Data for this exercise =

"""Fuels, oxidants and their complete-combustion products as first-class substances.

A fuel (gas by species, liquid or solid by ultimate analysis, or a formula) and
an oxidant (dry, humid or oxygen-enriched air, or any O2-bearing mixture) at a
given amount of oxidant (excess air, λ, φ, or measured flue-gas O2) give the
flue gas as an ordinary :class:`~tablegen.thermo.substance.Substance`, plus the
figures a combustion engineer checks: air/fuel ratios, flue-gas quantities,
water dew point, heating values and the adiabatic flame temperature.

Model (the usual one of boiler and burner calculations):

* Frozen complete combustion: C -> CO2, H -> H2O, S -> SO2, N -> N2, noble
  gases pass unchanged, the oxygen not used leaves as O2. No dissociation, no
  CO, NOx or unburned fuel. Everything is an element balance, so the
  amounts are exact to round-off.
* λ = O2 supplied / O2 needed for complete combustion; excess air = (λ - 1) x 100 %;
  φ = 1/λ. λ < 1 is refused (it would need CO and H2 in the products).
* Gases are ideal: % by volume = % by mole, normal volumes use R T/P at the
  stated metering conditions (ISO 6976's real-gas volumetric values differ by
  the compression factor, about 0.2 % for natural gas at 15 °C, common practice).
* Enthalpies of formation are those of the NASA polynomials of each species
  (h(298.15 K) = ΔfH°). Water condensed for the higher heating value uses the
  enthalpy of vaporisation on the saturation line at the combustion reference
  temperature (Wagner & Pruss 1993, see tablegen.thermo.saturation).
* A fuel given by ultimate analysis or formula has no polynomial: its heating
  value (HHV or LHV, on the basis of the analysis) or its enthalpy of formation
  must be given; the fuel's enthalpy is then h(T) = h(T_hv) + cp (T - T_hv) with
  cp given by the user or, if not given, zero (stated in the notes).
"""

...

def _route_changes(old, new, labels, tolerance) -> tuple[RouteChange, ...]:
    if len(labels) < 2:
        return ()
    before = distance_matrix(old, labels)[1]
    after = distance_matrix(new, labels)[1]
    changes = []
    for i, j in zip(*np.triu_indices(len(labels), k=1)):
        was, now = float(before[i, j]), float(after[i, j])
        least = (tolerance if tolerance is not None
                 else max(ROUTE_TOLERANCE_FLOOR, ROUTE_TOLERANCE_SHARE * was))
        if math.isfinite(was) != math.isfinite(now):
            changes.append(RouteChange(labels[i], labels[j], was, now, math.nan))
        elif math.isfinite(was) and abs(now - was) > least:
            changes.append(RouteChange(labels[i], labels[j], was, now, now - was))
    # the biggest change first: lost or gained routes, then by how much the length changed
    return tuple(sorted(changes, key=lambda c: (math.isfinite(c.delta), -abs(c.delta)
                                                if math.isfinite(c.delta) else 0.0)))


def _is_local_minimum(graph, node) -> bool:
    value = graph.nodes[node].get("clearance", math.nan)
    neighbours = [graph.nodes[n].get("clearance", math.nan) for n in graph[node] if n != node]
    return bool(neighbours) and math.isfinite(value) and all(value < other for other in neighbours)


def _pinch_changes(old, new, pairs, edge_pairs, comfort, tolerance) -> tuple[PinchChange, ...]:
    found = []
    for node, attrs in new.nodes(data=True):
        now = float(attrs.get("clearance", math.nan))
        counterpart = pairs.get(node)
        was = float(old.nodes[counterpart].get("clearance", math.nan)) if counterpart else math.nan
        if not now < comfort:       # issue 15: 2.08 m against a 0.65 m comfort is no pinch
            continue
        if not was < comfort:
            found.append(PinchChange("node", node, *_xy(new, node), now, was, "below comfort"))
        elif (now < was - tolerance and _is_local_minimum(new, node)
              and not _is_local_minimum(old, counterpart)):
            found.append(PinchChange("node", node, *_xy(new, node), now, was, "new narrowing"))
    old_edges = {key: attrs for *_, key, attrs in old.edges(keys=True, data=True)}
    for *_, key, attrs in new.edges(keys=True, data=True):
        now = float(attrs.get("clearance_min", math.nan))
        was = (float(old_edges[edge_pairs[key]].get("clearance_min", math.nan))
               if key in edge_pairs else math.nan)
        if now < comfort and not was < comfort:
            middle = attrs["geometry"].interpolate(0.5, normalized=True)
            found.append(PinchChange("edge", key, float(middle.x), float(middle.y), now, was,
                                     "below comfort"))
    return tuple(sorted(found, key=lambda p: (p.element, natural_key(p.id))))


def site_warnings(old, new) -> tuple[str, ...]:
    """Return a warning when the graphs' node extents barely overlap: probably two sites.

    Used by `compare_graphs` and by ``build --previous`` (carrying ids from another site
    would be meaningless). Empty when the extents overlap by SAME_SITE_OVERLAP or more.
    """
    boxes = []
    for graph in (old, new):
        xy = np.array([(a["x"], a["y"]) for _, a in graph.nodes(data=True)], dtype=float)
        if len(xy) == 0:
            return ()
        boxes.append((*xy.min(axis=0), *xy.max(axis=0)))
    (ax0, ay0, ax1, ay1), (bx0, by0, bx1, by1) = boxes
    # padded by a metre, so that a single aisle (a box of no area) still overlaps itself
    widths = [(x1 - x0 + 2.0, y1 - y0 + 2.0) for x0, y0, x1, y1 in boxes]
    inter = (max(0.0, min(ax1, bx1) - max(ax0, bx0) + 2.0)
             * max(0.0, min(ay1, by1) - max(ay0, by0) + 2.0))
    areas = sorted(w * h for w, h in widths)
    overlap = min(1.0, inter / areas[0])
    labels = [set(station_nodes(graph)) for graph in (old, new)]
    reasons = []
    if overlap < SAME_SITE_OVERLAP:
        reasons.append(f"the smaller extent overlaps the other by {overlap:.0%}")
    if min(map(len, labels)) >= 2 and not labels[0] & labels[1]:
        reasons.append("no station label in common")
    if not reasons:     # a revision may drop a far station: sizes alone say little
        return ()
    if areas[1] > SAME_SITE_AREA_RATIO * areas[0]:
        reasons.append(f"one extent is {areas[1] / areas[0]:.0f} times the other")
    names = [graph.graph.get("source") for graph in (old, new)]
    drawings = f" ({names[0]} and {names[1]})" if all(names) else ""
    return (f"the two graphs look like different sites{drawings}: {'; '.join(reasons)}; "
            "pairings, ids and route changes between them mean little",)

Work item = Could you restate word for word the lines above, from the one that contains "as first-class substances." through the one that contains "-> N2, noble", and no others?

Solved problem =
"""Fuels, oxidants and their complete-combustion products as first-class substances.

A fuel (gas by species, liquid or solid by ultimate analysis, or a formula) and
an oxidant (dry, humid or oxygen-enriched air, or any O2-bearing mixture) at a
given amount of oxidant (excess air, λ, φ, or measured flue-gas O2) give the
flue gas as an ordinary :class:`~tablegen.thermo.substance.Substance`, plus the
figures a combustion engineer checks: air/fuel ratios, flue-gas quantities,
water dew point, heating values and the adiabatic flame temperature.

Model (the usual one of boiler and burner calculations):

* Frozen complete combustion: C -> CO2, H -> H2O, S -> SO2, N -> N2, noble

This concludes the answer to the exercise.